I really had to take a look inside myself during this message and so this verse really stood out at me today. I do harbour bitterness in my heart, and I like to revisit it, have a pity-party with it now & then. And it feels good to share it with others to get that "i feel sorry for you" reaction. I like the angry feelings that I can stir up with it & allow myself some sorrow. What am I holding on to it for? Why do I continue to revisit it? And why can't I let it go? I have to want to let it go first. That's something that will require some looking deeper inside myself & some faith to let go.
Hi Beck,
ReplyDeleteThank you so much for sharing your study in Proverbs. It takes discipline to do this. You are an inspiration to me, because I'm not doing any Bible Study at the moment.

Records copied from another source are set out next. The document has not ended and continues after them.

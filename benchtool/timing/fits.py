"""Fits of edges that more than two samples lie on: a common ramp, or a line or parabola each."""

from __future__ import annotations

from collections.abc import Iterable, Iterator

import numpy as np

from benchtool.frozen import frozen_record
from benchtool.model.arrays import FloatArray, middle
from benchtool.timing.cutouts import Window
from benchtool.timing.ramps import find_ramp, place_on_ramp

_SHOWN = 1000  # edges that show their common shape
_CURVED = 2.0  # standard deviations of the mean curvature above which it is taken as real


@frozen_record
class Ramped:
    """What is known of edges beforehand, in sample units.

    Attributes:
        mid: Mid reference level.
        amplitude: Distance of the two states.
        noise: Standard deviation of a sample.
    """

    mid: float
    amplitude: float
    noise: float


@frozen_record(eq=False)
class FittedEdges:
    """Edges of one direction fitted by a common ramp, or each by a line or a parabola.

    Attributes:
        shift_s: Mid-level instant against the time of the edge's index, NaN without a fit, (n,).
        slew: Typical slope at the mid level in sample units per second, greater than 0.
        per_noise_s: Standard uncertainty of an instant for noise of one sample unit, seconds,
            of all edges or shape (n,).
    """

    shift_s: FloatArray
    slew: float
    per_noise_s: FloatArray | float


def fit_edges(
    windows: Iterable[Window], n_edges: int, mid: float, half: int, noise: float
) -> FittedEdges | None:
    """Fit the samples around each edge, within ``half`` samples of its crossing.

    Args:
        windows: The samples around the edges.
        n_edges: How many edges there are; some may have no window.
        mid: Mid reference level in sample units.
        half: Samples before and after the crossing.
        noise: Standard deviation of a sample, in sample units.

    Returns:
        The fits, or None where no edge has all its samples.
    """
    fitted = [
        (chosen, _coefficients(times, np.ascontiguousarray(values) - mid))
        for chosen, times, values in windows
    ]
    if not fitted:
        return None
    chosen = np.concatenate([part[0] for part in fitted])
    line, parabola, scale_s = (np.concatenate([part[1][i] for part in fitted]) for i in range(3))
    curved = _is_curved(parabola, noise, half)
    roots = _parabola_roots(parabola) if curved else -line[:, 0] / line[:, 1]
    slope = (parabola if curved else line)[:, 1] / scale_s
    slew = float(np.abs(middle(slope)))
    if slew == 0:
        return None
    good = (np.abs(roots) <= 1.0) & (np.sign(slope) == np.sign(middle(slope)))
    shift_s = np.full(n_edges, np.nan)
    shift_s[chosen[good]] = (roots * scale_s)[good]
    spread = 1.5 if curved else 1.0  # sd at the centre of a parabola against that of a line
    return FittedEdges(shift_s=shift_s, slew=slew, per_noise_s=spread / (slew * np.sqrt(2 * half)))


def fit_ramps(windows: Iterator[Window], rough_s: FloatArray, ramped: Ramped) -> FittedEdges | None:
    """Fit one ramp to all edges of a direction, and place each by all of its samples.

    Args:
        windows: The samples around the edges, so many that they hold all of an edge.
        rough_s: Instant of each edge by two samples, against the time of its index, shape (n,).
        ramped: Levels and noise.

    Returns:
        The fits, or None where the edges are not shown to be straight.
    """
    shift_s, count = np.full(rough_s.size, np.nan), np.zeros(rough_s.size)
    ramp = None
    for chosen, times, values in _shown_first(windows):
        above = values - ramped.mid
        if ramp is None:
            each = np.ascontiguousarray(above)
            ramp = find_ramp(times, each, rough_s[chosen], ramped.amplitude, ramped.noise)
        if ramp is None:
            return None
        shift_s[chosen], count[chosen] = place_on_ramp(times, above, rough_s[chosen], ramp)
    if ramp is None:
        return None
    shift_s[count == 0] = np.nan
    slew = abs(ramp.slope)
    per_noise_s = 1 / (slew * np.sqrt(np.maximum(count, 1.0)))
    return FittedEdges(shift_s=shift_s, slew=slew, per_noise_s=per_noise_s)


def _shown_first(windows: Iterator[Window]) -> Iterator[Window]:
    """Join the first windows, so that enough edges show their common shape."""
    held: list[Window] = []
    for window in windows:
        held.append(window)
        if sum(part[0].size for part in held) >= _SHOWN:
            break
    if held:
        chosen, times, values = (np.concatenate([part[i] for part in held]) for i in range(3))
        yield chosen, times, values
    yield from windows


def _coefficients(
    times: FloatArray, values: FloatArray
) -> tuple[FloatArray, FloatArray, FloatArray]:
    """Return line and parabola of each row, over times scaled to -1..1, and the scale."""
    scale_s = np.abs(times).max(axis=1)
    x = times / scale_s[:, None]
    moments = [np.ones(len(x)) * x.shape[1], *(np.sum(x**k, axis=1) for k in range(1, 5))]
    sums = [np.sum(values * x**k, axis=1) for k in range(3)]
    return _solve(moments, sums, 2), _solve(moments, sums, 3), scale_s


def _solve(moments: list[FloatArray], sums: list[FloatArray], order: int) -> FloatArray:
    matrix = np.stack(
        [np.stack([moments[i + j] for j in range(order)], axis=-1) for i in range(order)], axis=-2
    )
    solved = np.linalg.solve(matrix, np.stack(sums[:order], axis=-1)[..., None])
    return np.asarray(solved[..., 0], dtype=np.float64)


def _is_curved(parabola: FloatArray, noise: float, half: int) -> bool:
    """Tell whether the mean curvature stands out of what the noise gives.

    The variance of the curvature over n points spread evenly on -1..1 is 45σ²/(4n).
    """
    u = noise * np.sqrt(45 / (4 * 2 * half) / len(parabola))
    return bool(abs(np.mean(parabola[:, 2])) > _CURVED * u)


def _parabola_roots(parabola: FloatArray) -> FloatArray:
    """Return the root nearest the centre, in the form that is safe for small curvature."""
    a, b, c = parabola[:, 2], parabola[:, 1], parabola[:, 0]
    inside = np.sqrt(np.maximum(b * b - 4 * a * c, 0.0))
    return -2 * c / (b + np.where(b < 0, -inside, inside))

About your post: I think it is hard to let go of something when we were really hurt by it. God knows about our pain...he's the only one that will ever understand completely about it. Others won't...and can't. But God understands!
Bitterness or Blessings, B,B,B, both begin with B. Often I too like to dwell on the hardships and the hurts. Funny, because in the end I don't feel better. Instead God wants us to think on His blessings. Good food for thought. Hey, there was another "B" word there... "Better". Have a BEAUTIFUL day BECKY! Hey, that makes two more "B" words :)
ReplyDeleteOh, and I like your "howling" portrait! Too cute! We sure can moan and groan... can't we? At least I know I do and I need to stop :)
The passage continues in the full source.